▶ Exercise prompt
If a line in the entries below includes "acceptedRange", show that line.

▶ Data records
------------------------
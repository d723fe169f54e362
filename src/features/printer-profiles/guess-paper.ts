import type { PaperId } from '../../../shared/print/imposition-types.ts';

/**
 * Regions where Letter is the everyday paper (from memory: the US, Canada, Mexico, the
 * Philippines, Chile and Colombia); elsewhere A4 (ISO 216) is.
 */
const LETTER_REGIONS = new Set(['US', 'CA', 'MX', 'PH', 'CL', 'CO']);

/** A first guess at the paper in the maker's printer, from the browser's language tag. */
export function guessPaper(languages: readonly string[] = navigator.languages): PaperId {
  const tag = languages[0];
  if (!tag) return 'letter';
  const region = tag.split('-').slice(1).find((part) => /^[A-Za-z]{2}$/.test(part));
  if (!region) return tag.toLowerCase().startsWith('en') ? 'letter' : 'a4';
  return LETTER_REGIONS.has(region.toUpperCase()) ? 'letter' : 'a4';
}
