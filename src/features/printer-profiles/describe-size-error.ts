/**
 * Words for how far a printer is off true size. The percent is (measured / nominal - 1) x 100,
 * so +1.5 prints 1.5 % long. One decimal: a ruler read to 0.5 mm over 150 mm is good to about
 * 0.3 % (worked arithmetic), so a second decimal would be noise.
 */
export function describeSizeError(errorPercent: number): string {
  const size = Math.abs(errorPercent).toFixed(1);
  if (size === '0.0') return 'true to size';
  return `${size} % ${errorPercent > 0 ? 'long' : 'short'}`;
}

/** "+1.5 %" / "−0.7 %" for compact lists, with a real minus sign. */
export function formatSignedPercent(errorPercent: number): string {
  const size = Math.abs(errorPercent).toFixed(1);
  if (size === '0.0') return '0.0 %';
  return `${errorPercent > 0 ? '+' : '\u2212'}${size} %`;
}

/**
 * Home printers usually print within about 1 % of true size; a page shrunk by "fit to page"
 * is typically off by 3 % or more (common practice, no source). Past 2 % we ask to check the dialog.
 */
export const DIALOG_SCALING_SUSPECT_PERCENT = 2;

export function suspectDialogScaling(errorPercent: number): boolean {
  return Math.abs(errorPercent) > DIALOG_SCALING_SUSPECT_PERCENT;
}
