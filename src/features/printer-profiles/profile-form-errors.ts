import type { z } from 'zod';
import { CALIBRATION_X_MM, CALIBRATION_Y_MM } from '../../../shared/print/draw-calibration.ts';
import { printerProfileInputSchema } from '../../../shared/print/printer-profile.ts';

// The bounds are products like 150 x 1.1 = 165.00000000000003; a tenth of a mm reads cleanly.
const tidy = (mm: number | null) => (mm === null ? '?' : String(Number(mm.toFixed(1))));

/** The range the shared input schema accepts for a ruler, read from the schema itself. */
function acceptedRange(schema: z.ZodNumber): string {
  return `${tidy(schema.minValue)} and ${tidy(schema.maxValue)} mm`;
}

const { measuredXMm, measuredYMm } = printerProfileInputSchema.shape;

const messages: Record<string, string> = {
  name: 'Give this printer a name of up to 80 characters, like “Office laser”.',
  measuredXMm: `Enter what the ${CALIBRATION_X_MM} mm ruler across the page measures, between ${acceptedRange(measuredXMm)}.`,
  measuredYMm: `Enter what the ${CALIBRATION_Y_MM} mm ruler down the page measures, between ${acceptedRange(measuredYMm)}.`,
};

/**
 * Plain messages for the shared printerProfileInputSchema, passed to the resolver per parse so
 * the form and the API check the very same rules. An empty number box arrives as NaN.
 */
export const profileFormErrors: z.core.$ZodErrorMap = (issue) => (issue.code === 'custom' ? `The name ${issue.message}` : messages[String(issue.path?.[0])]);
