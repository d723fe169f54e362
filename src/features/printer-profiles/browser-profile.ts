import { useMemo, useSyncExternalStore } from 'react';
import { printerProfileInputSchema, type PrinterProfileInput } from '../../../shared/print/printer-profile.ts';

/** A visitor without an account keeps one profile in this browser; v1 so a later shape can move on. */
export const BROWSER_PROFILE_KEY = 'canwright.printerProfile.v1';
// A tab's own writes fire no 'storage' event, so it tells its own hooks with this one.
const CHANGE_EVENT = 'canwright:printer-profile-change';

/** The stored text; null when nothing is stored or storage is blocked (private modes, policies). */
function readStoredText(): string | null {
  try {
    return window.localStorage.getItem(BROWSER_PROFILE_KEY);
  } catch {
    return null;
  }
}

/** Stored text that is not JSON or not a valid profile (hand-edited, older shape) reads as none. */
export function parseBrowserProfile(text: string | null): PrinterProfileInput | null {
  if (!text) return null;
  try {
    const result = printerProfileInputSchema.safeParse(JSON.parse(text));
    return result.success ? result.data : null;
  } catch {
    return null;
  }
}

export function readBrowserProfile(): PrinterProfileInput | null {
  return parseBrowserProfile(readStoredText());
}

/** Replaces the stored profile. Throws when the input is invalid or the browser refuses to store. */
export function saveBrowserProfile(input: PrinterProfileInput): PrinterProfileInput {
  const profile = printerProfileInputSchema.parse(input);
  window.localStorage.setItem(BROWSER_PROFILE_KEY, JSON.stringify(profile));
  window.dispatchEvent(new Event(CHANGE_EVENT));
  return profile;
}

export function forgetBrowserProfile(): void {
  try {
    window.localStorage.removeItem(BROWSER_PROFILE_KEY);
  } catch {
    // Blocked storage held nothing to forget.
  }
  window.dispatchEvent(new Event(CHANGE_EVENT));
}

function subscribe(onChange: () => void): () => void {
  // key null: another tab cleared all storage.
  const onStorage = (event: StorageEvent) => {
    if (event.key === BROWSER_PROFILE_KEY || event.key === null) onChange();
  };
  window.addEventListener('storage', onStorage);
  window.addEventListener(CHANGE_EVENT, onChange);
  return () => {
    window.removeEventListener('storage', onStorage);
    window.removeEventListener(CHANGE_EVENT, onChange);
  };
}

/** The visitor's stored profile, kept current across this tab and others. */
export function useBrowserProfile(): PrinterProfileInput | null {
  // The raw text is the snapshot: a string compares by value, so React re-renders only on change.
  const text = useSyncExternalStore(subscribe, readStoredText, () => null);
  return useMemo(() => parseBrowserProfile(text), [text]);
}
------------------------
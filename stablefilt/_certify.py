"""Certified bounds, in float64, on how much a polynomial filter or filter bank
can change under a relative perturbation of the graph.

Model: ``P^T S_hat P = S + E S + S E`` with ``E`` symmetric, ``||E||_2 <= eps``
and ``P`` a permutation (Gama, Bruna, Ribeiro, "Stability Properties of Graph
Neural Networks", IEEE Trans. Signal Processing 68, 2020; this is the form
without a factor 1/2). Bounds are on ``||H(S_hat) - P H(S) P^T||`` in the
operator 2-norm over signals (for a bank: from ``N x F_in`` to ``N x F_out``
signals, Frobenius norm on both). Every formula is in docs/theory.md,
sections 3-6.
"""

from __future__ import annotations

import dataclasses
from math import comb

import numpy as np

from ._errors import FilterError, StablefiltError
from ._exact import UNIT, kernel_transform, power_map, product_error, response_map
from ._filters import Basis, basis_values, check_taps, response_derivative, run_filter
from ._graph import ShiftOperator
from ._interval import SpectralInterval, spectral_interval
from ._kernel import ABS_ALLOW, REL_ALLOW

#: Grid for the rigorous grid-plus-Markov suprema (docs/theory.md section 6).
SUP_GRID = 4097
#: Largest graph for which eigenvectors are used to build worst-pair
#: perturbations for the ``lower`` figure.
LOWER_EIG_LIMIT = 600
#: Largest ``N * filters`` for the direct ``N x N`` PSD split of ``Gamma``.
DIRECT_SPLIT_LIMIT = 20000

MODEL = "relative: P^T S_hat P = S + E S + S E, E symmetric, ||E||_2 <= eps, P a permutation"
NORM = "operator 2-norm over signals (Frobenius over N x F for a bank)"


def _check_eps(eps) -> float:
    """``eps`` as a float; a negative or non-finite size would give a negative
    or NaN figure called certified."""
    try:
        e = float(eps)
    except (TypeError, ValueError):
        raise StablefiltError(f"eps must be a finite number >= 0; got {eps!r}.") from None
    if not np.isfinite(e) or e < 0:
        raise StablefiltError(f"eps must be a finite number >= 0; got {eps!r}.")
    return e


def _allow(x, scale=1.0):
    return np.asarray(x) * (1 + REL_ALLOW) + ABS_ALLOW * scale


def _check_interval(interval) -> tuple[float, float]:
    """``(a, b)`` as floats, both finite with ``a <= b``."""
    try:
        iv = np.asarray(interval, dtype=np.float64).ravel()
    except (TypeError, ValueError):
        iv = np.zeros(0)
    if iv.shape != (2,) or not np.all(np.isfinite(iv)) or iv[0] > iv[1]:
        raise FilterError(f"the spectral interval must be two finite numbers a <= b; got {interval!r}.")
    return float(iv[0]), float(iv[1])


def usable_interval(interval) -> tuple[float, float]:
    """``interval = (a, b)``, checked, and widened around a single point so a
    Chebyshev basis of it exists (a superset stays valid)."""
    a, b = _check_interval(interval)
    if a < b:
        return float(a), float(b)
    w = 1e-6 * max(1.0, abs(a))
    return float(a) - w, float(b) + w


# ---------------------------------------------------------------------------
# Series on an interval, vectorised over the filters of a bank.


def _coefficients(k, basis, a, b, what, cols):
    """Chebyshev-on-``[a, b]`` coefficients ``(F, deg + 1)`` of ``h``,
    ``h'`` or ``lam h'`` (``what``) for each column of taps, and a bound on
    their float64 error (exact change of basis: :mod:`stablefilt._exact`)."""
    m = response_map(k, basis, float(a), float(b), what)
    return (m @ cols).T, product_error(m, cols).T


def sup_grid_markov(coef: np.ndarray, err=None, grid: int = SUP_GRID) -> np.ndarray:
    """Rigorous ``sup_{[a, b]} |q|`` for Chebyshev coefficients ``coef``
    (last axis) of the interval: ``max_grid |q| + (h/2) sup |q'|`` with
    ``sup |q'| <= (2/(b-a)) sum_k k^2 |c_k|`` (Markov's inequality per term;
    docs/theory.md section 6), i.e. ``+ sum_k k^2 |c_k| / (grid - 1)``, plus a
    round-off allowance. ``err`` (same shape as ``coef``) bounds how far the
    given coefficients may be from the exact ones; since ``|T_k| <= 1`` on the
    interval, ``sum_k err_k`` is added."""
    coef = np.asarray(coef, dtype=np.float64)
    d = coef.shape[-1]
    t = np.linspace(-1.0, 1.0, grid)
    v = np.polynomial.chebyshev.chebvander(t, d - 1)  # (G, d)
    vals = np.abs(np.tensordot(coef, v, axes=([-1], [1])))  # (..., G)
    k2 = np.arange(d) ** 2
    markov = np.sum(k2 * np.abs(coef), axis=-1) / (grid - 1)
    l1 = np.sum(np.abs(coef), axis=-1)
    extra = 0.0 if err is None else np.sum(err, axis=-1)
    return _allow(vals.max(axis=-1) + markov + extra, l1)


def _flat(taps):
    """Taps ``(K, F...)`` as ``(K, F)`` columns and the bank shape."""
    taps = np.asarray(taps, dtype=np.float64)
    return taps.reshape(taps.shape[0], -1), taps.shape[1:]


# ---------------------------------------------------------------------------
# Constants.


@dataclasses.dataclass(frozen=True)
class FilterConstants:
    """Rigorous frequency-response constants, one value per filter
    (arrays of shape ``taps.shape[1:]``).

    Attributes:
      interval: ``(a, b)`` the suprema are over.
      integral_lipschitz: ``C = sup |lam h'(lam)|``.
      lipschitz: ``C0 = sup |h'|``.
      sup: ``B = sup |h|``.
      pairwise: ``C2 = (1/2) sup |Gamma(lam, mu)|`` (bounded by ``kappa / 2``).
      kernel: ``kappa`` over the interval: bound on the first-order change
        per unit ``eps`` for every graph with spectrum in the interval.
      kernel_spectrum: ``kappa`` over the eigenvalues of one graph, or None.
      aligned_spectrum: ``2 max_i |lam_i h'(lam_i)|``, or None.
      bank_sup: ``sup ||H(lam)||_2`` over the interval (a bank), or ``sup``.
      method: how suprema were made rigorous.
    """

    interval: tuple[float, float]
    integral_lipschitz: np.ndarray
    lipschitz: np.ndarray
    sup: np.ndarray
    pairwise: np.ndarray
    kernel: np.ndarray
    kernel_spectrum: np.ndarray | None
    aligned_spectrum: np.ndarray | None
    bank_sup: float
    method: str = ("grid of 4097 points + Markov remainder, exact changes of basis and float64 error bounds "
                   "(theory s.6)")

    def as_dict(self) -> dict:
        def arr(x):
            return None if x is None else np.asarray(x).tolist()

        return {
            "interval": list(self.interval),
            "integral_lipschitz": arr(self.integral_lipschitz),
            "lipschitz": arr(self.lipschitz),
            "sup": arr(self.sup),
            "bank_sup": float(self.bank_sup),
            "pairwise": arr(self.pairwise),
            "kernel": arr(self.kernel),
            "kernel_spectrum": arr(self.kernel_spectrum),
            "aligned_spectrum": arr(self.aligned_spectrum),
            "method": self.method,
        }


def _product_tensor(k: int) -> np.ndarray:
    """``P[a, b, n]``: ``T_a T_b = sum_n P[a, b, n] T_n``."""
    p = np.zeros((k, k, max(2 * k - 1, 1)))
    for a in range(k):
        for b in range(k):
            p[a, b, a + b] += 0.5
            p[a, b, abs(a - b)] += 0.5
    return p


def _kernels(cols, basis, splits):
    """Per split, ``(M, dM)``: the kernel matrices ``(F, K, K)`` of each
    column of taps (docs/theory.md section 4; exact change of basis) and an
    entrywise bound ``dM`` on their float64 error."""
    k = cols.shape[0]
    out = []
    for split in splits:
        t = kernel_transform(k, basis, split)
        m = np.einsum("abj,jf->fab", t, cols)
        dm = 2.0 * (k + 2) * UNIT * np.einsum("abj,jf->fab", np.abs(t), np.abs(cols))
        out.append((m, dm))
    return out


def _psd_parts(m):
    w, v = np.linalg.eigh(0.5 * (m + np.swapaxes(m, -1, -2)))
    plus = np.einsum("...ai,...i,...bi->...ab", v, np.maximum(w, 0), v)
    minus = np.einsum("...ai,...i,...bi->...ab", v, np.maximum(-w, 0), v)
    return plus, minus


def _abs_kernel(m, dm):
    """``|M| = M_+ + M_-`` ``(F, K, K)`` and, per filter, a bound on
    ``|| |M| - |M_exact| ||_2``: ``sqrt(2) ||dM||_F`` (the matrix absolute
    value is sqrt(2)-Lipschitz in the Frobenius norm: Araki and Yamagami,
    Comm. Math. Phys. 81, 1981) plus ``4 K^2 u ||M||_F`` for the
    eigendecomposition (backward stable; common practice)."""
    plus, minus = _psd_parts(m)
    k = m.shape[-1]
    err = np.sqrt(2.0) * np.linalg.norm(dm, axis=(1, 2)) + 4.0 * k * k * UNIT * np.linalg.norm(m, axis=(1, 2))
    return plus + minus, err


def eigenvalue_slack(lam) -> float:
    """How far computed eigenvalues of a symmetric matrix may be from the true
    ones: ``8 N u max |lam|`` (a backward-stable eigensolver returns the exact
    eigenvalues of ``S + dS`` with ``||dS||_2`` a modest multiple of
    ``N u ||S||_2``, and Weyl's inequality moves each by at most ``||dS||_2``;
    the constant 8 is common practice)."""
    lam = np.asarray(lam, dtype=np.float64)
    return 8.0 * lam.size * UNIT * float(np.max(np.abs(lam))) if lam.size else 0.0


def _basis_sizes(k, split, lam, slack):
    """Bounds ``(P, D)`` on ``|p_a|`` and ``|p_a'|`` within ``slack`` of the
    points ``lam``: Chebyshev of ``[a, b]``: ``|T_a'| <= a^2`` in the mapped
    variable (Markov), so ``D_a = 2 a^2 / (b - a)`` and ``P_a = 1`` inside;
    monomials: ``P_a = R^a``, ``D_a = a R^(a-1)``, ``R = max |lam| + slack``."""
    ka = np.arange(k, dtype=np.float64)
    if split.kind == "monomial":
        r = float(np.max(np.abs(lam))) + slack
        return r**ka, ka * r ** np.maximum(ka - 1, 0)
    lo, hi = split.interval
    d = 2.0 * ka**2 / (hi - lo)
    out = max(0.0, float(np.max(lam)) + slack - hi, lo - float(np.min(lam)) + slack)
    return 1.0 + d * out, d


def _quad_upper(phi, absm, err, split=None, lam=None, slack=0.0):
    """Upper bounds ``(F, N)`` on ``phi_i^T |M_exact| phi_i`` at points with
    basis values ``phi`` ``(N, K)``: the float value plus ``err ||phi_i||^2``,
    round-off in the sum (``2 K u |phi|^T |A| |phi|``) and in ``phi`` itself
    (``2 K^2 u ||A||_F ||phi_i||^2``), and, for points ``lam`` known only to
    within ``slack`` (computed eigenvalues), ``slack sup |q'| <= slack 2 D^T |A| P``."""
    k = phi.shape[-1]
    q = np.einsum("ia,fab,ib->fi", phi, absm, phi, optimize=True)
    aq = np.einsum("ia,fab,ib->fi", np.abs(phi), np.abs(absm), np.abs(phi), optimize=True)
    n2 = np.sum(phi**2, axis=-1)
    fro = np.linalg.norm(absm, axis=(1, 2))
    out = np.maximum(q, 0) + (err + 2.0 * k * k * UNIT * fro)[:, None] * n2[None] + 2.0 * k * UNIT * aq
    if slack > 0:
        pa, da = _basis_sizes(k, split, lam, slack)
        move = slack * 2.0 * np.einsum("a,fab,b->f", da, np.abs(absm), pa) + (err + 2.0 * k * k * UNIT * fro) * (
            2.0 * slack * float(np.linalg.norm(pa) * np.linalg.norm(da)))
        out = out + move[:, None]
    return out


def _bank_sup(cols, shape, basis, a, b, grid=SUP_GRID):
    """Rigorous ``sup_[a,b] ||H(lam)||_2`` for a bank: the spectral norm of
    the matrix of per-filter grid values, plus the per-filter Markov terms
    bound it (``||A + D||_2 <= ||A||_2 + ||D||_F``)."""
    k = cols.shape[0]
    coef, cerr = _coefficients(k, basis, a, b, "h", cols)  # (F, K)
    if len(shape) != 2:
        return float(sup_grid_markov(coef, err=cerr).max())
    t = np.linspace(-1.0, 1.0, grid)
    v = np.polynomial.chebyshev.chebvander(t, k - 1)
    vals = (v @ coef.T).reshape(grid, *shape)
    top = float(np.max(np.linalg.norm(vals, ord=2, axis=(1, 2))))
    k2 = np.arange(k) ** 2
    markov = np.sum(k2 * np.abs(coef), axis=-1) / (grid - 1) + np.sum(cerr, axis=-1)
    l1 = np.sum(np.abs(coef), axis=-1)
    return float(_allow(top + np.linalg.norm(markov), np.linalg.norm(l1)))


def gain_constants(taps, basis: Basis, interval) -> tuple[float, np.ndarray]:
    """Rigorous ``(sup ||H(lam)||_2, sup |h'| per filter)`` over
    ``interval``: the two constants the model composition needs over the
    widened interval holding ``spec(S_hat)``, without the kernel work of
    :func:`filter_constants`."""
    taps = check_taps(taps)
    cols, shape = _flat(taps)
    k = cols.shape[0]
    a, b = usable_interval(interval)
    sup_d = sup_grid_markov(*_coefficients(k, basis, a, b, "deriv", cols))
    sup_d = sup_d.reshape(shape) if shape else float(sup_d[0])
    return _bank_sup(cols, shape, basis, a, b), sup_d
------------------------
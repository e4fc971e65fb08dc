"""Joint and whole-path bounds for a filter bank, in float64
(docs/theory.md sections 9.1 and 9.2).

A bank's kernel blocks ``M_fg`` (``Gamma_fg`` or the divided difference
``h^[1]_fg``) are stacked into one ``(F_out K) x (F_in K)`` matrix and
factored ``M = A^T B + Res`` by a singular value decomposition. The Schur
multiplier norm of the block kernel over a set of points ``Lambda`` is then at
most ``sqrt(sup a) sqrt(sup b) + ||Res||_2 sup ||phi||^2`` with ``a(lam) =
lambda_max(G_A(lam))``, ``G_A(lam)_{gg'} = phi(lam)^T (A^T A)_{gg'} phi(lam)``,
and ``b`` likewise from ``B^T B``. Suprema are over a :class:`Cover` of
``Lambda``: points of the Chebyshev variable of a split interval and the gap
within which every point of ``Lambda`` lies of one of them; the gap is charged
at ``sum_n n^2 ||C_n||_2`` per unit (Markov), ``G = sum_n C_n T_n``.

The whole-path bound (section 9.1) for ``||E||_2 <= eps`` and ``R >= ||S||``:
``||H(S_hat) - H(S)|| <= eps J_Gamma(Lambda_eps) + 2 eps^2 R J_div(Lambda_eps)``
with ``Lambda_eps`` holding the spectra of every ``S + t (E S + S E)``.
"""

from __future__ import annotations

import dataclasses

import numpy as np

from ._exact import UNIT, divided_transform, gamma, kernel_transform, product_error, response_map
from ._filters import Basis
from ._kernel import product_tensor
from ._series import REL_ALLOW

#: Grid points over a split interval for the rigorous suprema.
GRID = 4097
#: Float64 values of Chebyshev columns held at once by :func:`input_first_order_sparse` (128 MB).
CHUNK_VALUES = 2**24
------------------------
▶ Answer box
function acceptedRange(schema: z.ZodNumber): string {
  measuredXMm: `Enter what the ${CALIBRATION_X_MM} mm ruler across the page measures, between ${acceptedRange(measuredXMm)}.`,
  measuredYMm: `Enter what the ${CALIBRATION_Y_MM} mm ruler down the page measures, between ${acceptedRange(measuredYMm)}.`,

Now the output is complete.